En muchas películas policíacas clásicas de los años cuarenta y cincuenta la acción solía transcurrir, al menos en parte, en escenarios urbanos nocturnos en donde la presencia de la lluvia o de las calles mojadas se acababa convirtiendo en un elemento más del relato o de la historia que se nos estaba contando.
Ese elemento concreto contribuía a darle a dichas películas el tono entre sombrío y melancólico que buscaban grandes directores como Nicholas Ray, John Huston o Fritz Lang cuando rodaron películas encuadradas en el denominado «cine negro».
Estoy pensando ahora sobre todo en Los sobornados, de Lang, pero también en La jungla del asfalto, de Huston, o en Chicago, años 30, de Ray, entre otras películas.
La lluvia y las calles mojadas solían acompañar la tristeza o la soledad de los personajes protagonistas de muchos de aquellos filmes, en su mayoría agentes de policía o detectives privados solitarios, íntegros y honestos, que solían moverse casi siempre en un entorno más bien algo hostil, ya fuera el de los bajos fondos, el de las altas esferas sociales y políticas o el de los propios compañeros de profesión.
Esos tres ámbitos en apariencia tan distintos solían contar, a ciertos niveles y en determinados casos, con una corrupción prácticamente institucionalizada, una absoluta falta de ética o de escrúpulos morales por parte de sus líderes y una permanente estrategia de simulación y fingimiento ante el resto de la sociedad, poco más o menos quizás como siga ocurriendo también hoy en día en algunos casos.

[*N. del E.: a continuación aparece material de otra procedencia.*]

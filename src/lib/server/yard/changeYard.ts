import { sql } from 'drizzle-orm';
import type { YardDocument, YardPatch, YardSettings } from '../../api/yard/settings';
import { yardSettingsSchema } from '../../api/yard/settings';
import type { Membership } from '../access/roles';
import { changeRow, type ChangeResult } from '../db/changeRow';
import type { Database } from '../db/client';
import { yards, type Yard } from '../db/schema';
import { databaseStore, holdRefreshes } from '../forecast/databaseStore';

/** What a yard's managers settle, and what follows from changing it. */

const NAMES = Object.keys(yardSettingsSchema.shape) as (keyof YardSettings)[];

/** A yard as the API tells it. */
export function yardDocument(yard: Yard): YardDocument {
	const settings = Object.fromEntries(NAMES.map((name) => [name, yard[name]]));
	return { ...(settings as YardSettings), slug: yard.slug, revision: yard.revision };
}

export type YardChange = ChangeResult | { readonly outcome: 'busy'; readonly why: string };

const BUSY: YardChange = {
	outcome: 'busy',
	why: 'The forecast of the old place is being fetched just now. Nothing is saved yet: wait a minute and save again.'
};

/** Whether a change moves the yard, so that its weather is another's. */
const moves = (yard: Yard, { latitude, longitude, elevation }: Omit<YardPatch, 'revision'>) =>
	(latitude ?? yard.latitude) !== yard.latitude ||
	(longitude ?? yard.longitude) !== yard.longitude ||
	(elevation ?? yard.elevation) !== yard.elevation;

/**
 * Changes settings of a yard as its reader saw them. Kept hours are found again, since their keys
 * hold all they depend on; a yard that moves forgets its forecasts and asks for new ones.
 */
export async function changeYard(
	db: Database,
	{ yard }: Pick<Membership, 'yard'>,
	{ revision, ...values }: YardPatch
): Promise<YardChange> {
	const hasMoved = moves(yard, values);
	const provider = values.forecastProvider ?? yard.forecastProvider;
	const asksAnew = hasMoved || provider !== yard.forecastProvider;
	return db.transaction(async (tx) => {
		if (hasMoved && !(await holdRefreshes(tx, yard.id))) return BUSY;
		const result = await changeRow(tx, yards, yard.id, revision, values);
		if (result.outcome !== 'changed') return result;
		if (hasMoved) await databaseStore(tx).forget(yard.id);
		const payload = JSON.stringify({ yardId: yard.id });
		const task = asksAnew ? 'refreshForecast' : 'computeOutlook';
		const key = asksAnew ? `refresh ${yard.id}` : `outlook ${yard.id}`;
		await tx.execute(sql`select app_ask_worker(${task}, ${payload}::json, ${key})`);
		return result;
	});
}
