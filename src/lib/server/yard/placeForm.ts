import { z } from 'zod';
import { yardSettingsSchema } from '../../api/yard/settings';
import { timeZoneAt } from '../access/timeZone';
import { readFields, typedCoordinate, typedNumber } from '../http/form';
import type { SettingsReading } from './settingsForm';

const placeForm = z.object({
	name: yardSettingsSchema.shape.name,
	latitude: typedCoordinate('latitude'),
	longitude: typedCoordinate('longitude'),
	elevation: typedNumber(-450, 6000, 'Type metres above the sea, like 3.'),
	timeZone: z.string(),
	roughness: typedNumber(0.0001, 2, 'Choose what lies round the yard.'),
	albedo: typedNumber(0, 1, 'Choose what the ground is of.')
});

/** The place of a form; a zone left to the place follows the coordinates. */
export function readPlace(form: FormData): SettingsReading {
	const { data, trouble } = readFields(form, placeForm);
	if (trouble !== null) return { errors: trouble.errors };
	const timeZone = data.timeZone === '' ? timeZoneAt(data.latitude, data.longitude) : data.timeZone;
	return { patch: { ...data, timeZone } };
}
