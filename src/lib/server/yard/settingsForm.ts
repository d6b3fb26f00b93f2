import { fail, type ActionFailure, type RequestEvent } from '@sveltejs/kit';
import { z } from 'zod';
import { yardSettingsSchema, type YardPatch } from '../../api/yard/settings';
import { requireMembership, type Membership } from '../access/roles';
import { parts } from '../composition';
import { typedValues } from '../http/form';
import { changeYard } from './changeYard';

/** What a form of the settings is told: what was typed, what is wrong, and who came first. */
export interface SettingsAnswer {
	/** The form of the page that was sent. */
	readonly part: string;
	readonly values: Record<string, string>;
	readonly errors: Partial<Record<string, string>>;
	readonly message: string;
	/** To save on next; null: the one the page was drawn with. */
	readonly revision: number | null;
	readonly saved: boolean;
	/** Whether the message is the one question before something is taken away. */
	readonly asks?: boolean;
}

/** A form's answer where all went well. */
export const answerOf = (part: string): SettingsAnswer => ({
	part,
	values: {},
	errors: {},
	message: '',
	revision: null,
	saved: true
});

/** Settings read from a form, or what is wrong by field. */
export type SettingsReading =
	| { readonly patch: Omit<YardPatch, 'revision'>; readonly errors?: undefined }
	| { readonly errors: Partial<Record<string, string>>; readonly patch?: undefined };

const partial = yardSettingsSchema.partial();
const revisionSchema = z.coerce.number().pipe(z.int().min(1));

/**
 * Saves one form of the settings. What was typed comes back with what is wrong; a page drawn before
 * somebody else's change is told who came first, with 409.
 *
 * @param part - the form of the page, as its answer names it
 * @param read - makes settings of the fields, as the yard stands now
 */
export async function saveSettings(
	{
		locals,
		params,
		request
	}: Pick<RequestEvent, 'locals' | 'request'> & { params: { yard: string } },
	part: string | ((form: FormData) => string),
	read: (form: FormData, membership: Membership) => SettingsReading
): Promise<SettingsAnswer | ActionFailure<SettingsAnswer>> {
	const { db } = parts();
	const membership = await requireMembership(db, locals, params.yard, 'changeYard');
	const form = await request.formData();
	const answer: SettingsAnswer = {
		part: typeof part === 'string' ? part : part(form),
		values: typedValues(form, new Set(form.keys())),
		errors: {},
		message: '',
		revision: null,
		saved: false
	};
	const revision = revisionSchema.safeParse(form.get('revision'));
	if (!revision.success)
		return fail(400, { ...answer, message: 'This form is incomplete: load the page again.' });
	const { patch, errors } = read(form, membership);
	if (errors !== undefined) return fail(400, { ...answer, errors });
	const checked = partial.safeParse(patch);
	if (!checked.success) {
		const [{ path, message }] = checked.error.issues;
		return fail(400, { ...answer, errors: { [String(path[0])]: message }, message });
	}
	const result = await changeYard(db, membership, { ...checked.data, revision: revision.data });
	switch (result.outcome) {
		case 'changed':
			return { ...answer, values: {}, saved: true };
		case 'stale':
			return fail(409, { ...answer, message: result.why, revision: result.revision });
		case 'busy':
			return fail(503, { ...answer, message: result.why });
		case 'gone':
			return fail(404, { ...answer, message: 'This yard is gone.' });
	}
}

/**
 * The rows of a list in a form, whose fields are named `name-0-field`; those left wholly empty and
 * the one taken away (`remove` holds its number) are left out.
 */
export function rowsOf<Field extends string>(
	form: FormData,
	name: string,
	fields: readonly Field[]
): { readonly index: number; readonly row: Record<Field, string> }[] {
	const removed = String(form.get('remove') ?? '');
	const indices = new Set(
		[...form.keys()].flatMap((key) => {
			const found = new RegExp(`^${name}-(\\d+)-`).exec(key);
			return found === null ? [] : [Number(found[1])];
		})
	);
	return [...indices]
		.sort((a, b) => a - b)
		.filter((index) => String(index) !== removed)
		.map((index) => {
			const entries = fields.map((field) => [
				field,
				String(form.get(`${name}-${index}-${field}`) ?? '').trim()
			]);
			return { index, row: Object.fromEntries(entries) as Record<Field, string> };
		})
		.filter(({ row }) => fields.some((field) => row[field] !== ''));
}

Para intentar evitar que los «malos» siempre ganen y que todo ello siga siendo siempre así, seguramente en algún momento de nuestras vidas todos —o casi todos— hemos querido ser como esos policías o esos detectives solitarios que descubrimos en las películas de intriga de nuestra infancia.
La mayoría de aquellos personajes cinematográficos eran, en cierta forma, como una isla, una isla desconocida y misteriosa a la que no dejaban que se acercara nadie, salvo, quizás, algún amigo o algún compañero, o, en algunos casos muy especiales, alguna persona desconocida o alguna femme fatale posiblemente tan retraída, doliente y escéptica como ellos.
Lo que era válido entonces en el cine y en la vida, lo sigue siendo también ahora, aunque nuestros tiempos cibernéticos y digitalizados puedan parecer en principio muy distintos a los de los años cuarenta y cincuenta.
Hoy como ayer, en las calles mojadas por la lluvia se refleja siempre durante las horas nocturnas la luz pálida y frágil, y solitaria, de las farolas o de los neones. Esa imagen es bella y evocadora, pero inevitablemente también un poco triste y desolada.
Esa luz pálida y frágil, y a la vez solitaria, es también a veces un fiel reflejo de la luz de nuestras propias almas, de nuestras propias vidas.